-- EXERCISE --
Your answer must be every line of the data that holds the string "lowerStart".

+---+

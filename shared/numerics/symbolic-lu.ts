import type { SparsePattern } from './sparse-pattern.ts';

/** Elimination order, fill and index lists of a sparse LU with diagonal pivots, worked out once per circuit. */
export interface SymbolicLu {
  readonly size: number;
  /** order[k] = row and column eliminated in step k. */
  readonly order: Int32Array;
  readonly nonzeros: number;
  /** Place of each pattern slot in the factor values. */
  readonly load: Int32Array;
  /** Place of each pivot, by elimination step. */
  readonly pivot: Int32Array;
  /** Elimination as a list: step k has entries eliminate[k] … eliminate[k+1]−1; each has a lower entry and its own updates
   *  (target, source pairs) update[2·updateStart[e]] … . */
  readonly eliminate: Int32Array;
  readonly lower: Int32Array;
  readonly updateStart: Int32Array;
  readonly update: Int32Array;
  /** Triangular solves in elimination order: row k uses entries start[k] … start[k+1]−1 of (place, step). */
  readonly lowerStart: Int32Array;
  readonly lowerPlace: Int32Array;
  readonly lowerStep: Int32Array;
  readonly upperStart: Int32Array;
  readonly upperPlace: Int32Array;
  readonly upperStep: Int32Array;
}

/** Chooses at each step the diagonal with the least product of row and column counts (least number breaks a tie). */
function eliminationOrder(size: number, rows: Set<number>[], columns: Set<number>[]): Int32Array {
  const order = new Int32Array(size);
  const left = new Set<number>(Array.from({ length: size }, (_, i) => i));
  for (let k = 0; k < size; k++) {
    let best = -1;
    let bestCost = Number.POSITIVE_INFINITY;
    for (const i of left) {
      const cost = (rows[i]!.size - 1) * (columns[i]!.size - 1);
      if (cost < bestCost) {
        bestCost = cost;
        best = i;
      }
    }
    order[k] = best;
    left.delete(best);
    const across = [...rows[best]!].filter((j) => j !== best);
    const down = [...columns[best]!].filter((i) => i !== best);
    for (const i of down) {
      for (const j of across) {
        rows[i]!.add(j);
        columns[j]!.add(i);
      }
      rows[i]!.delete(best);
    }
    for (const j of across) columns[j]!.delete(best);
  }
  return order;
}

/** Works out order, fill and index lists for a pattern. */
export function analyse(pattern: SparsePattern): SymbolicLu {
  const { size } = pattern;
  const setsOf = (key: Int32Array, value: Int32Array): Set<number>[] => {
    const sets = Array.from({ length: size }, () => new Set<number>());
    for (let s = 0; s < key.length; s++) sets[key[s]!]!.add(value[s]!);
    return sets;
  };
  const order = eliminationOrder(size, setsOf(pattern.rows, pattern.columns), setsOf(pattern.columns, pattern.rows));
  const stepOf = new Int32Array(size);
  for (let k = 0; k < size; k++) stepOf[order[k]!] = k;

  const filled = Array.from({ length: size }, () => new Set<number>());
  for (let s = 0; s < pattern.rows.length; s++) filled[stepOf[pattern.rows[s]!]!]!.add(stepOf[pattern.columns[s]!]!);
  const below = Array.from({ length: size }, () => [] as number[]);
  for (let k = 0; k < size; k++) {
    for (let i = k + 1; i < size; i++) {
      if (!filled[i]!.has(k)) continue;
      below[k]!.push(i);
      for (const j of filled[k]!) if (j > k) filled[i]!.add(j);
    }
  }
  const place = filled.map(() => new Map<number, number>());
  let nonzeros = 0;
  const sorted = filled.map((row) => [...row].sort((a, b) => a - b));
  sorted.forEach((row, i) => {
    for (const j of row) place[i]!.set(j, nonzeros++);
  });
  const at = (i: number, j: number): number => place[i]!.get(j)!;

  const eliminate: number[] = [0];
  const lower: number[] = [];
  const updateStart: number[] = [0];
  const update: number[] = [];
  for (let k = 0; k < size; k++) {
    const across = sorted[k]!.filter((j) => j > k);
    for (const i of below[k]!) {
      lower.push(at(i, k));
      for (const j of across) update.push(at(i, j), at(k, j));
      updateStart.push(update.length / 2);
    }
    eliminate.push(lower.length);
  }
  const triangle = (keep: (i: number, j: number) => boolean): [Int32Array, Int32Array, Int32Array] => {
    const start: number[] = [0];
    const places: number[] = [];
    const steps: number[] = [];
    sorted.forEach((row, i) => {
      for (const j of row) {
        if (!keep(i, j)) continue;
        places.push(at(i, j));
        steps.push(j);
      }
      start.push(places.length);
    });
    return [Int32Array.from(start), Int32Array.from(places), Int32Array.from(steps)];
  };
  const [lowerStart, lowerPlace, lowerStep] = triangle((i, j) => j < i);
  const [upperStart, upperPlace, upperStep] = triangle((i, j) => j > i);
  return {
    size,
    order,
    nonzeros,
    load: Int32Array.from(pattern.rows, (row, s) => at(stepOf[row]!, stepOf[pattern.columns[s]!]!)),
    pivot: Int32Array.from({ length: size }, (_, k) => at(k, k)),
    eliminate: Int32Array.from(eliminate),
    lower: Int32Array.from(lower),
    updateStart: Int32Array.from(updateStart),
    update: Int32Array.from(update),
    lowerStart,
    lowerPlace,
    lowerStep,
    upperStart,
    upperPlace,
    upperStep,
  };
}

+---+

-- WRITTEN RESPONSE --
  readonly lowerStart: Int32Array;
  const [lowerStart, lowerPlace, lowerStep] = triangle((i, j) => j < i);
    lowerStart,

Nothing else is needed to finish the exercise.